Work instruction: Would you please repeat the material exactly, from the first line to the last?

Data shown:
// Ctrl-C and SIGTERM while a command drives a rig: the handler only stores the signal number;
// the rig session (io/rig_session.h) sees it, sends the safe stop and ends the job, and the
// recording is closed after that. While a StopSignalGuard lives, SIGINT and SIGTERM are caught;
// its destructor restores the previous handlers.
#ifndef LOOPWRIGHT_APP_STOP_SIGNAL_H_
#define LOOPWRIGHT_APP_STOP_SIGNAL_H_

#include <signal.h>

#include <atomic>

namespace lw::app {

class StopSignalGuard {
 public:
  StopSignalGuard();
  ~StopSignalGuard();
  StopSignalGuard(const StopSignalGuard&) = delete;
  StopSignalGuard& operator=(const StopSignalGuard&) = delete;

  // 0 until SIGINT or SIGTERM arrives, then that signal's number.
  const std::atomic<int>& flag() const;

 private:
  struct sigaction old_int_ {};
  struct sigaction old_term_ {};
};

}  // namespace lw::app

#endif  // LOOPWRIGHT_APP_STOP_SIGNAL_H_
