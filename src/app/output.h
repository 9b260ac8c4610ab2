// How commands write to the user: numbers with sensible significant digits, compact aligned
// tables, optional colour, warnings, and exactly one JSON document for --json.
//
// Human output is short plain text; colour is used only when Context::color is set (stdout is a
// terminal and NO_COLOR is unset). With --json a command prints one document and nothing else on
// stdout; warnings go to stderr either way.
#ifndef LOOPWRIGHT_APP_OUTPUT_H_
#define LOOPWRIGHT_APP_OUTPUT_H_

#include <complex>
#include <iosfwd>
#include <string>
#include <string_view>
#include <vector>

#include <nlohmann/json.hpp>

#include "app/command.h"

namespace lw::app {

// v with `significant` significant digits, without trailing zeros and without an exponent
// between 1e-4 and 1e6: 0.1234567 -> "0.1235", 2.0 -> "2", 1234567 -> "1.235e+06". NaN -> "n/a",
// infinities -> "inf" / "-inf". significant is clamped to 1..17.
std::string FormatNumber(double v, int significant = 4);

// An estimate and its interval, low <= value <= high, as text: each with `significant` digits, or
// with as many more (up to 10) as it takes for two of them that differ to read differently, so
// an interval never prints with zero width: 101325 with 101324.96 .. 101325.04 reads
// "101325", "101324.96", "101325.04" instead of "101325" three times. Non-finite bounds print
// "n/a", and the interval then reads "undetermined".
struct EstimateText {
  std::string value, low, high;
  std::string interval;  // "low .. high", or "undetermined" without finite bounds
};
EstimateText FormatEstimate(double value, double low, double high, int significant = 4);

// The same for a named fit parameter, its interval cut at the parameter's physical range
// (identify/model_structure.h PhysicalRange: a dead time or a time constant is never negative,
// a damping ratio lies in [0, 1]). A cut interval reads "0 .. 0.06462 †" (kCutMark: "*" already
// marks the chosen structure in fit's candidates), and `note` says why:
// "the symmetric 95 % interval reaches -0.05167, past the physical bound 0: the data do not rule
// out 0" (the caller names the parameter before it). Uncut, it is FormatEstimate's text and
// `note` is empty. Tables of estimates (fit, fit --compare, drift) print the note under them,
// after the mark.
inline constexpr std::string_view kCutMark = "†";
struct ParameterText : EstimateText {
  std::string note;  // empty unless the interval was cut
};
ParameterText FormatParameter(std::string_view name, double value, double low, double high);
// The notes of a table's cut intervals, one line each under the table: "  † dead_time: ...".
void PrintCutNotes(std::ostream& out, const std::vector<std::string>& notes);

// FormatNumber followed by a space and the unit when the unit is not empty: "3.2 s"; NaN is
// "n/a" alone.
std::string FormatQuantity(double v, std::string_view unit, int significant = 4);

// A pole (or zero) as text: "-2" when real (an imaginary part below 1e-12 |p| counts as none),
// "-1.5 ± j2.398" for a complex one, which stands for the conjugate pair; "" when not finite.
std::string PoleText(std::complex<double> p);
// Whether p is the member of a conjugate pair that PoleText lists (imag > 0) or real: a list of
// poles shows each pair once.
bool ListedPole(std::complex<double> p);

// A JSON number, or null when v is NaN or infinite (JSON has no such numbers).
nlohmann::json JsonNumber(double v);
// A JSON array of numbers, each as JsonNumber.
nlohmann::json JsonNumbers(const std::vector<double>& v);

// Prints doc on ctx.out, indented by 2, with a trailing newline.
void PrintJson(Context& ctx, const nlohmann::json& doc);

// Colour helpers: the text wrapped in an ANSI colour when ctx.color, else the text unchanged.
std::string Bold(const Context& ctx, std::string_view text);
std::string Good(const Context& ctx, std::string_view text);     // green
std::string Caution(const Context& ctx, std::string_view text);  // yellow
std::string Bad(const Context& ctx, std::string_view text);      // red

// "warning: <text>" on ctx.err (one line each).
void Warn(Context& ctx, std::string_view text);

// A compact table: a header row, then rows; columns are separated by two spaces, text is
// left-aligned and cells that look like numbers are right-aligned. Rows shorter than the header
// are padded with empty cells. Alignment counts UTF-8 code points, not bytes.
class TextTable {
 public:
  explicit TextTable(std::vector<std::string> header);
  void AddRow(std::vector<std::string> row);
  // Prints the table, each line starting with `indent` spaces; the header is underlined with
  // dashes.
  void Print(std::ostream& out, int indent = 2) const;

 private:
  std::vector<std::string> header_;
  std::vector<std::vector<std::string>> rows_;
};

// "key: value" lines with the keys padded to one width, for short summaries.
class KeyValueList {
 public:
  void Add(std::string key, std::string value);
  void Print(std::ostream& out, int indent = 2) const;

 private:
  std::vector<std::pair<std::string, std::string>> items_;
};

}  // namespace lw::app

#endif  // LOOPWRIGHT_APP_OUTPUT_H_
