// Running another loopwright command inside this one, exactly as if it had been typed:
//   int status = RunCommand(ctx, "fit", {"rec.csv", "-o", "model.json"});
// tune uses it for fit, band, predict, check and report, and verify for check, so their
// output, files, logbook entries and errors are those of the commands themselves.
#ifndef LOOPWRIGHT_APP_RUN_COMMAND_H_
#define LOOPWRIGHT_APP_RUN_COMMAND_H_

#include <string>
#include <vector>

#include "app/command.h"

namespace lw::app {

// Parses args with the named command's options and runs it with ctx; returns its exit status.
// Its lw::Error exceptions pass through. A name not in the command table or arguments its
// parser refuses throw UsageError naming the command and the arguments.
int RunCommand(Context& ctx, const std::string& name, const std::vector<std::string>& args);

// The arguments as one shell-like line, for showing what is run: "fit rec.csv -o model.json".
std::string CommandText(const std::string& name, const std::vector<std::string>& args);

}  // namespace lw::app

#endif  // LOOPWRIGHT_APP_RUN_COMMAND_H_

Expected answer:
// Ctrl-C and SIGTERM while a command drives a rig: the handler only stores the signal number;
// the rig session (io/rig_session.h) sees it, sends the safe stop and ends the job, and the
// recording is closed after that. While a StopSignalGuard lives, SIGINT and SIGTERM are caught;
// its destructor restores the previous handlers.
#ifndef LOOPWRIGHT_APP_STOP_SIGNAL_H_
#define LOOPWRIGHT_APP_STOP_SIGNAL_H_

#include <signal.h>

#include <atomic>

namespace lw::app {

class StopSignalGuard {
 public:
  StopSignalGuard();
  ~StopSignalGuard();
  StopSignalGuard(const StopSignalGuard&) = delete;
  StopSignalGuard& operator=(const StopSignalGuard&) = delete;

  // 0 until SIGINT or SIGTERM arrives, then that signal's number.
  const std::atomic<int>& flag() const;

 private:
  struct sigaction old_int_ {};
  struct sigaction old_term_ {};
};

}  // namespace lw::app

#endif  // LOOPWRIGHT_APP_STOP_SIGNAL_H_
filename src/app/output.h
repository 9b260ac8c4610ab2
// How commands write to the user: numbers with sensible significant digits, compact aligned
// tables, optional colour, warnings, and exactly one JSON document for --json.
//
// Human output is short plain text; colour is used only when Context::color is set (stdout is a
// terminal and NO_COLOR is unset). With --json a command prints one document and nothing else on
// stdout; warnings go to stderr either way.
#ifndef LOOPWRIGHT_APP_OUTPUT_H_
#define LOOPWRIGHT_APP_OUTPUT_H_

#include <complex>
#include <iosfwd>
#include <string>
#include <string_view>
#include <vector>

#include <nlohmann/json.hpp>

#include "app/command.h"

namespace lw::app {

// v with `significant` significant digits, without trailing zeros and without an exponent
// between 1e-4 and 1e6: 0.1234567 -> "0.1235", 2.0 -> "2", 1234567 -> "1.235e+06". NaN -> "n/a",
// infinities -> "inf" / "-inf". significant is clamped to 1..17.
std::string FormatNumber(double v, int significant = 4);

// An estimate and its interval, low <= value <= high, as text: each with `significant` digits, or
// with as many more (up to 10) as it takes for two of them that differ to read differently, so
// an interval never prints with zero width: 101325 with 101324.96 .. 101325.04 reads
// "101325", "101324.96", "101325.04" instead of "101325" three times. Non-finite bounds print
// "n/a", and the interval then reads "undetermined".
struct EstimateText {
  std::string value, low, high;
  std::string interval;  // "low .. high", or "undetermined" without finite bounds
};
EstimateText FormatEstimate(double value, double low, double high, int significant = 4);

// The same for a named fit parameter, its interval cut at the parameter's physical range
// (identify/model_structure.h PhysicalRange: a dead time or a time constant is never negative,
// a damping ratio lies in [0, 1]). A cut interval reads "0 .. 0.06462 †" (kCutMark: "*" already
// marks the chosen structure in fit's candidates), and `note` says why:
// "the symmetric 95 % interval reaches -0.05167, past the physical bound 0: the data do not rule
// out 0" (the caller names the parameter before it). Uncut, it is FormatEstimate's text and
// `note` is empty. Tables of estimates (fit, fit --compare, drift) print the note under them,
// after the mark.
inline constexpr std::string_view kCutMark = "†";
struct ParameterText : EstimateText {
  std::string note;  // empty unless the interval was cut
};
ParameterText FormatParameter(std::string_view name, double value, double low, double high);
// The notes of a table's cut intervals, one line each under the table: "  † dead_time: ...".
void PrintCutNotes(std::ostream& out, const std::vector<std::string>& notes);

// FormatNumber followed by a space and the unit when the unit is not empty: "3.2 s"; NaN is
// "n/a" alone.
std::string FormatQuantity(double v, std::string_view unit, int significant = 4);

// A pole (or zero) as text: "-2" when real (an imaginary part below 1e-12 |p| counts as none),
// "-1.5 ± j2.398" for a complex one, which stands for the conjugate pair; "" when not finite.
std::string PoleText(std::complex<double> p);
// Whether p is the member of a conjugate pair that PoleText lists (imag > 0) or real: a list of
// poles shows each pair once.
bool ListedPole(std::complex<double> p);

// A JSON number, or null when v is NaN or infinite (JSON has no such numbers).
nlohmann::json JsonNumber(double v);
// A JSON array of numbers, each as JsonNumber.
nlohmann::json JsonNumbers(const std::vector<double>& v);

// Prints doc on ctx.out, indented by 2, with a trailing newline.
void PrintJson(Context& ctx, const nlohmann::json& doc);

// Colour helpers: the text wrapped in an ANSI colour when ctx.color, else the text unchanged.
std::string Bold(const Context& ctx, std::string_view text);
std::string Good(const Context& ctx, std::string_view text);     // green
std::string Caution(const Context& ctx, std::string_view text);  // yellow
std::string Bad(const Context& ctx, std::string_view text);      // red

// "warning: <text>" on ctx.err (one line each).
void Warn(Context& ctx, std::string_view text);

// A compact table: a header row, then rows; columns are separated by two spaces, text is
// left-aligned and cells that look like numbers are right-aligned. Rows shorter than the header
// are padded with empty cells. Alignment counts UTF-8 code points, not bytes.
class TextTable {
 public:
  explicit TextTable(std::vector<std::string> header);
  void AddRow(std::vector<std::string> row);
  // Prints the table, each line starting with `indent` spaces; the header is underlined with
  // dashes.
  void Print(std::ostream& out, int indent = 2) const;

 private:
  std::vector<std::string> header_;
  std::vector<std::vector<std::string>> rows_;
};

// "key: value" lines with the keys padded to one width, for short summaries.
class KeyValueList {
 public:
  void Add(std::string key, std::string value);
  void Print(std::ostream& out, int indent = 2) const;

 private:
  std::vector<std::pair<std::string, std::string>> items_;
};

}  // namespace lw::app

#endif  // LOOPWRIGHT_APP_OUTPUT_H_
// Running another loopwright command inside this one, exactly as if it had been typed:
//   int status = RunCommand(ctx, "fit", {"rec.csv", "-o", "model.json"});
// tune uses it for fit, band, predict, check and report, and verify for check, so their
// output, files, logbook entries and errors are those of the commands themselves.
#ifndef LOOPWRIGHT_APP_RUN_COMMAND_H_
#define LOOPWRIGHT_APP_RUN_COMMAND_H_

#include <string>
#include <vector>

#include "app/command.h"

namespace lw::app {

// Parses args with the named command's options and runs it with ctx; returns its exit status.
// Its lw::Error exceptions pass through. A name not in the command table or arguments its
// parser refuses throw UsageError naming the command and the arguments.
int RunCommand(Context& ctx, const std::string& name, const std::vector<std::string>& args);

// The arguments as one shell-like line, for showing what is run: "fit rec.csv -o model.json".
std::string CommandText(const std::string& name, const std::vector<std::string>& args);

}  // namespace lw::app

#endif  // LOOPWRIGHT_APP_RUN_COMMAND_H_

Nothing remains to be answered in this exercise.